__INPUT DATA__:
########

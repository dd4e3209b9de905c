import numpy as np
import pytest

from fieldround.solve.montecarlo import diameter_from, numerical_tolerance, propagate, seed_of


def test_the_law_of_sines_of_a_right_triangle():
    # Baseline 2 m, square at A, 45 degrees parallax: the centre lies 2 m ahead of A.
    half = np.log(np.sin(np.radians(5.0)))
    found = diameter_from(np.array([[np.log(2.0), np.pi / 2, np.pi / 4, half]]))
    assert found[0] == pytest.approx(2 * 2.0 * np.sin(np.radians(5.0)))


def test_lines_that_do_not_meet_have_no_end():
    assert diameter_from(np.array([[0.0, 1.5, -0.01, -3.0]]))[0] == np.inf


def test_a_given_number_of_draws_is_kept_and_the_seed_settles_the_answer():
    def model(rng, n):
        return rng.standard_normal(n)

    first, again = propagate(model, 7, draws=5000), propagate(model, 7, draws=5000)
    assert first == again
    assert first.draws == 5000
    assert propagate(model, 8, draws=5000) != first


def test_an_open_tail_is_open():
    drawn = propagate(lambda rng, n: np.where(rng.random(n) < 0.1, np.inf, rng.random(n)), 1)
    assert drawn.high == np.inf
    assert np.isfinite(drawn.low)


def test_tolerance_is_half_a_unit_in_the_second_digit():
    assert numerical_tolerance(0.0345) == pytest.approx(0.0005)
    assert numerical_tolerance(0.0) == 0.0


def test_seeds_come_from_names():
    assert seed_of("pair 1", "P1") == seed_of("pair 1", "P1") != seed_of("pair 1", "P2")
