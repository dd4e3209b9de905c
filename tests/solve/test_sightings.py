"""Directions to landmarks that photos show, in the pair's levelled frame."""

from __future__ import annotations

from dataclasses import replace

import numpy as np
import pytest

from fieldround.geometry.camera import from_card
from fieldround.rounds.model import Landmark, Mark
from fieldround.solve.rounds import solve_round
from tests.solve.simulated_round import Outing, View, build, pixels, upright_size
from tests.solve.test_rounds import POLE, A, B

SPIRE = np.array([30.0, 200.0, 25.0])
# The frame's y axis is the level direction of camera A's view, which aims at (1, 12).
AHEAD_DEG = float(np.degrees(np.arctan2(1.0, 12.0)))


def mark(view: View, name: str = "spire") -> Mark:
    px = from_card(pixels(SPIRE[None], view), view.turn, upright_size(view))[0]
    assert np.isfinite(px).all()
    return Mark(name, view.photo, "landmark", px[0], px[1], 1.0)


@pytest.mark.parametrize("turn", [0, 90, 180, 270])
def test_the_direction_of_a_landmark_in_the_levelled_frame(turn: int) -> None:
    other = replace(B, turn=turn)
    built = build(Outing({"one": [A, other]}, [POLE]))
    round_ = replace(
        built.round,
        marks=(*built.round.marks, mark(A), mark(other)),
        landmarks=(Landmark("spire", 13.0, 52.0),),
    )
    solution = solve_round(round_, built.ties, {})
    (frame,) = solution.frames
    assert [s.photo for s in frame.sightings] == [A.photo, B.photo]
    for one, view in zip(frame.sightings, (A, other), strict=True):
        assert one.landmark == "spire"
        assert np.linalg.norm(one.direction) == pytest.approx(1.0)
        way = SPIRE - np.array(view.station)
        wanted = np.degrees(np.arctan2(way[0], way[1])) - AHEAD_DEG
        found = np.degrees(np.arctan2(one.direction[0], one.direction[1]))
        assert found == pytest.approx(wanted, abs=0.4)
        assert 0.01 < one.sd_deg < 0.5
    assert [thing.object for thing in solution.objects] == ["P1"]


def test_a_landmark_mark_changes_no_diameter_and_a_pair_without_has_no_sighting() -> None:
    built = build(Outing({"one": [A, B]}, [POLE]))
    plain = solve_round(built.round, built.ties, {})
    marked = replace(built.round, marks=(*built.round.marks, mark(A, "P1")))
    with_mark = solve_round(marked, built.ties, {})
    assert plain.frames[0].sightings == ()
    assert len(with_mark.frames[0].sightings) == 1
    assert with_mark.objects[0].diameter_m == plain.objects[0].diameter_m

########

__TASK TO COMPLETE__: I'd like the material repeated word for word, please.

__FINISHED EXERCISE__:
repository dd4e3209b9de905c
import numpy as np
import pytest

from fieldround.solve.montecarlo import diameter_from, numerical_tolerance, propagate, seed_of


def test_the_law_of_sines_of_a_right_triangle():
    # Baseline 2 m, square at A, 45 degrees parallax: the centre lies 2 m ahead of A.
    half = np.log(np.sin(np.radians(5.0)))
    found = diameter_from(np.array([[np.log(2.0), np.pi / 2, np.pi / 4, half]]))
    assert found[0] == pytest.approx(2 * 2.0 * np.sin(np.radians(5.0)))


def test_lines_that_do_not_meet_have_no_end():
    assert diameter_from(np.array([[0.0, 1.5, -0.01, -3.0]]))[0] == np.inf


def test_a_given_number_of_draws_is_kept_and_the_seed_settles_the_answer():
    def model(rng, n):
        return rng.standard_normal(n)

    first, again = propagate(model, 7, draws=5000), propagate(model, 7, draws=5000)
    assert first == again
    assert first.draws == 5000
    assert propagate(model, 8, draws=5000) != first


def test_an_open_tail_is_open():
    drawn = propagate(lambda rng, n: np.where(rng.random(n) < 0.1, np.inf, rng.random(n)), 1)
    assert drawn.high == np.inf
    assert np.isfinite(drawn.low)


def test_tolerance_is_half_a_unit_in_the_second_digit():
    assert numerical_tolerance(0.0345) == pytest.approx(0.0005)
    assert numerical_tolerance(0.0) == 0.0


def test_seeds_come_from_names():
    assert seed_of("pair 1", "P1") == seed_of("pair 1", "P1") != seed_of("pair 1", "P2")
repository dd4e3209b9de905c
filename tests/solve/test_sightings.py
"""Directions to landmarks that photos show, in the pair's levelled frame."""

from __future__ import annotations

from dataclasses import replace

import numpy as np
import pytest

from fieldround.geometry.camera import from_card
from fieldround.rounds.model import Landmark, Mark
from fieldround.solve.rounds import solve_round
from tests.solve.simulated_round import Outing, View, build, pixels, upright_size
from tests.solve.test_rounds import POLE, A, B

SPIRE = np.array([30.0, 200.0, 25.0])
# The frame's y axis is the level direction of camera A's view, which aims at (1, 12).
AHEAD_DEG = float(np.degrees(np.arctan2(1.0, 12.0)))


def mark(view: View, name: str = "spire") -> Mark:
    px = from_card(pixels(SPIRE[None], view), view.turn, upright_size(view))[0]
    assert np.isfinite(px).all()
    return Mark(name, view.photo, "landmark", px[0], px[1], 1.0)


@pytest.mark.parametrize("turn", [0, 90, 180, 270])
def test_the_direction_of_a_landmark_in_the_levelled_frame(turn: int) -> None:
    other = replace(B, turn=turn)
    built = build(Outing({"one": [A, other]}, [POLE]))
    round_ = replace(
        built.round,
        marks=(*built.round.marks, mark(A), mark(other)),
        landmarks=(Landmark("spire", 13.0, 52.0),),
    )
    solution = solve_round(round_, built.ties, {})
    (frame,) = solution.frames
    assert [s.photo for s in frame.sightings] == [A.photo, B.photo]
    for one, view in zip(frame.sightings, (A, other), strict=True):
        assert one.landmark == "spire"
        assert np.linalg.norm(one.direction) == pytest.approx(1.0)
        way = SPIRE - np.array(view.station)
        wanted = np.degrees(np.arctan2(way[0], way[1])) - AHEAD_DEG
        found = np.degrees(np.arctan2(one.direction[0], one.direction[1]))
        assert found == pytest.approx(wanted, abs=0.4)
        assert 0.01 < one.sd_deg < 0.5
    assert [thing.object for thing in solution.objects] == ["P1"]


def test_a_landmark_mark_changes_no_diameter_and_a_pair_without_has_no_sighting() -> None:
    built = build(Outing({"one": [A, B]}, [POLE]))
    plain = solve_round(built.round, built.ties, {})
    marked = replace(built.round, marks=(*built.round.marks, mark(A, "P1")))
    with_mark = solve_round(marked, built.ties, {})
    assert plain.frames[0].sightings == ()
    assert len(with_mark.frames[0].sightings) == 1
    assert with_mark.objects[0].diameter_m == plain.objects[0].diameter_m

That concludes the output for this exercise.